Но я уже прежде прочел эту статью и, право, не нашел в ней ничего «такого». Так, глупость — надо же об чем-нибудь писать! Поэтому я, насколько мог, утешал Пимена.
— Ты преувеличиваешь, мой друг! — говорил я. — Во-первых, Менандр, открывая вопрос о непригодности в наше время «широких задач», этим самым бросает в публику такую широкую задачу, над разрешением которой закружится не одна голова. Во-вторых, если ты подозреваешь, что Менандр нарочно пустил фортель, чтоб «прельстить», то это напрасно: он просто закидывает уду общественному мнению и прочим газетчикам. Нужны ли широкие задачи, или ненужны — это, конечно, бабушка надвое сказала, но полемика по этому поводу, наверное, возникнет, и Менандр будет себе, под сению ее, «украшать столбцы». В-третьих, наконец, никто тебе не мешает в завтрашнем же нумере написать разъяснение, как следует понимать и т. д.

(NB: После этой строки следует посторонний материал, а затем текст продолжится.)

def _spec_json(cache: PlatformCache, corner: str, angle: str) -> dict | None:
    """The payload's ``spec`` of a corner and angle (one dict, shared by the chunk's entries:
    nothing writes to it), or None without a spec."""
    spec = cache.specs.get((CORNER_AXLE[corner], angle))
    if spec is None:
        return None
    return {"nominal": spec.nominal_deg, "tolerance": spec.tolerance_deg, "source": spec.source}


def _fallback_series(rows: pd.DataFrame, adj: pd.DataFrame, vid: int, corner: str, angle: str,
                     today: dt.date):
    """The core's own ``fit_drift`` for one series (used where the step screen signals)."""
    times = rows["t"].to_numpy()
    at = np.sort(adj.loc[adj["vehicle_id"] == vid, "t"].to_numpy())
    flags = np.zeros(len(times), dtype=bool)
    for i in range(1, len(times)):
        flags[i] = bool(np.any((at > times[i - 1]) & (at <= times[i])))
    x_km = rows["odometer_km"].to_numpy(float)
    y = rows[f"{angle}_deg"].to_numpy(float)
    days = rows["day"].to_numpy()
    fit = fit_drift(x_km, y, adjusted_before=flags, measurement_sd=REPEATABILITY[angle])
    entry: dict = {"n_used": fit.n_used, "segment_start": fit.segment_start, "steps": [],
                   "slope_deg_per_10k": None}
    steps = []
    for s in fit.steps:
        idx = int(s.start_index)
        before = y[max(fit.segment_start, idx - 3):idx]
        after = y[idx:idx + 3]
        size = float(np.median(after) - np.median(before)) if before.size else 0.0
        on = _day(days[idx])
        entry["steps"].append({"index": idx, "odometer_km": float(x_km[idx]), "on": on.isoformat(),
                               "direction": int(s.direction), "size_deg": size})
        steps.append(adv.ImpactStep(corner=corner, angle=angle, detected_on=on,
                                    odometer_km=float(x_km[idx]), size_deg=size))
    if fit.trend is None:
        return entry, None, steps
    t = fit.trend
    entry["slope_deg_per_10k"] = t.slope * 1e4
    entry["slope_se_deg_per_10k"] = t.slope_se * 1e4
    if fit.fit is not None:
        entry["slope_ci_deg_per_10k"] = [fit.fit.slope_low * 1e4, fit.fit.slope_high * 1e4]
    x_days = (days - (today - EPOCH).days).astype(float)
    fit_t = fit_drift(x_days[fit.fit_start:], y[fit.fit_start:], measurement_sd=REPEATABILITY[angle],
                      find_steps=False)
    td = fit_t.trend
    day_trend = None if td is None else (td.slope, td.slope_se, td.x_ref, td.y_ref, td.residual_sd,
                                         td.n)
    return entry, (t.slope, t.slope_se, t.x_ref, t.y_ref, t.residual_sd, t.n,
                   fit.sampling_variance, day_trend), steps


def _shrink_and_forecast(pend, cache: PlatformCache, drift, drift_fc, odo, today_of, kmpd) -> None:
    """Shrink toward the pooled rate (as :func:`analytics.core.pooling.shrink_toward`), then the
    forecast crossing of each series' tolerance band, all series at once."""
    if not pend:
        return
    m = len(pend)
    slope = np.array([p[3] for p in pend])
    se = np.array([p[4] for p in pend])
    xref = np.array([p[5] for p in pend])
    yref = np.array([p[6] for p in pend])
    rsd = np.array([p[7] for p in pend])
    n = np.array([p[8] for p in pend], dtype=float)
    var = np.array([p[9] for p in pend])
    lower = np.full(m, np.nan)
    upper = np.full(m, np.nan)
    has_spec = np.zeros(m, dtype=bool)
    for i, (vid, corner, angle, *_rest) in enumerate(pend):
        entry = drift[vid][f"{corner}.{angle}"]
        pooled = cache.pooled.get((corner, angle))
        if pooled is not None and pooled.vehicles >= 3 and math.isfinite(pooled.tau2):
            var_mu = pooled.mean_se ** 2
            v = var[i]
            if not math.isfinite(v):
                s_slope, s_se, w = pooled.mean, math.sqrt(pooled.tau2 + var_mu), 1.0
            else:
                b = v / (v + pooled.tau2) if (v + pooled.tau2) > 0 else 1.0
                s_slope = pooled.mean + (1.0 - b) * (slope[i] - pooled.mean)
                s_se, w = math.sqrt((1.0 - b) * v + b * b * var_mu), b
            slope[i], se[i] = float(s_slope), float(s_se)
            entry["shrunk_slope_deg_per_10k"] = s_slope * 1e4
            entry["weight_on_pooled"] = w
            entry["pooled_deg_per_10k"] = pooled.mean * 1e4
        entry["trend"] = {"slope": float(slope[i]), "slope_se": float(se[i]), "x_ref": float(xref[i]),
                          "y_ref": float(yref[i]), "residual_sd": float(rsd[i]), "n": int(n[i])}
        if pend[i][10] is not None:
            entry["slope_deg_per_year"] = pend[i][10][0] * 365.25
        spec = cache.specs.get((CORNER_AXLE[corner], angle))
        if spec is not None:
            has_spec[i] = True
            lower[i], upper[i] = spec.lower_deg, spec.upper_deg
    rows = np.nonzero(has_spec)[0]
    if not rows.size:
        return
    cur = np.array([odo.get(pend[i][0], 0.0) for i in rows])
    e, li, la, side = crossings(slope[rows], se[rows], xref[rows], yref[rows], rsd[rows], n[rows],
                                current=cur, lower=lower[rows], upper=upper[rows],
                                horizon=np.full(rows.size, HORIZON_KM))
    # the same drift over time (days before today, today = 0): dates that hold standing still
    drows = np.array([j for j, i in enumerate(rows) if pend[i][10] is not None], dtype=int)
    today, rate = _days_and_rates([pend[i][0] for i in rows], today_of, kmpd)
    tdays = np.full((rows.size, 3), np.nan)
    if drows.size:
        dt_ = np.array([pend[rows[j]][10] for j in drows], dtype=float)  # (k, 6)
        hd = np.array([HORIZON_KM / r if (r := kmpd.get(pend[rows[j]][0])) else 3 * 365.25
                       for j in drows])
        de, dl, dla, _ = crossings(*dt_.T, current=np.zeros(drows.size), lower=lower[rows][drows],
                                   upper=upper[rows][drows], horizon=hd)
        # days from today (≥ 0) → dates, NaN for none
        tdays[drows] = today[drows, None] + np.floor(np.stack([de, dl, dla], axis=1))
    fcs = _forecasts(e, li, la, side, current_km=cur, today=today, km_per_day=rate,
                     model=DRIFT_MODEL, time_days=tdays)
    for (fc, fc_json), i in zip(fcs, rows, strict=True):
        vid, corner, angle = pend[i][:3]
        drift[vid][f"{corner}.{angle}"]["forecast"] = fc_json
        drift_fc[vid].append(adv.DriftForecastInput(corner=corner, angle=angle, forecast=fc))


def _segment_stack(rows: pd.DataFrame, rep: pd.DataFrame, value: np.ndarray):
    """Current segments (since the last replacement of the part) of each (vehicle, corner, part)
    group of ``rows`` (sorted by group then time) → group keys, starts, X, Y stacks."""
    gk = rows["gk"].to_numpy()
    t = rows["t"].to_numpy()
    if len(rep):
        flags = _flags_between(gk, t, rep["gk"].to_numpy(), rep["t"].to_numpy())
    else:
        flags = np.zeros(len(rows), dtype=bool)
    first, gid, starts, sizes = runs(gk)
    flags[first] = False
    cs = np.cumsum(flags)
    seg = cs - cs[starts][gid]
    now = seg == seg[starts + sizes - 1][gid]  # the group's last segment
    idx = (np.arange(gk.size) - starts[gid])[now]
    _, g, cstarts, _ = runs(gk[now])
    keys = gk[now][cstarts]
    pos = idx - idx[cstarts][g]
    W = int(pos.max()) + 1 if pos.size else 1
    X = stack(g, pos, rows["odometer_km"].to_numpy(float)[now], len(keys), W)
    Y = stack(g, pos, np.asarray(value, dtype=float)[now], len(keys), W)
    return keys, X, Y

Но, вгорячах, мои резоны нимало не утешили и не убедили его. Признаюсь, теперь, когда я рассуждаю хладнокровно, то понимаю и сам, что Менандр действительно поступил неладно. В известном смысле, для него было бы выгоднее поставить совсем противоположный тезис, а именно: доказывать, что так как подробности и мелочи давно всем опротивели, то теперь-то и наступило настоящее время для «широких задач». Наверное, «украшение столбцов» было бы достигнуто этим путем гораздо существеннее…
— И от кого вышла эта распутная фраза! — волновался Пимен, — от Менандра, которого я считал последним из могиканов именно по части широких задач («style perlé» — почему-то мелькнуло у меня в голове)! от Менандра, который знал лучшие времена русской литературы! от Менандра, которого все обвиняли в излишней щепетильности и даже брезгливости! От Менандра, который… нет, это все он, все Гамбетта! Поверь, что лавры оппортюниста Гамбетты не дают Менандру спать.
Высказавшись таким образом и не внимая никаким убеждениям, он схватил шапку и убежал. Но все-таки, хоть частью, он последовал-таки моим внушениям, потому что на другой день я уже читал в газете «разъяснительную» статью. Растолковывалось, что вчерашнее предостережение имело в виду не те широкие задачи, которые, действуя благотворно на умственный уровень общества, тем самым полагают начало полному развитию новых и уже разрешенных форм жизни, но те, которые, имея лишь вид «широких задач», как волк в овчарню, проникают в публику с целью произвести в ней замешательство. Статья принадлежала перу Пимена и тоже… прошла! И что всего замечательнее, Менандр сделал к этой статье примечание, гласившее так: «Мы и сами именно так и разумели наши вчерашние слова, как понимает их наш почтенный сотрудник. Ред.».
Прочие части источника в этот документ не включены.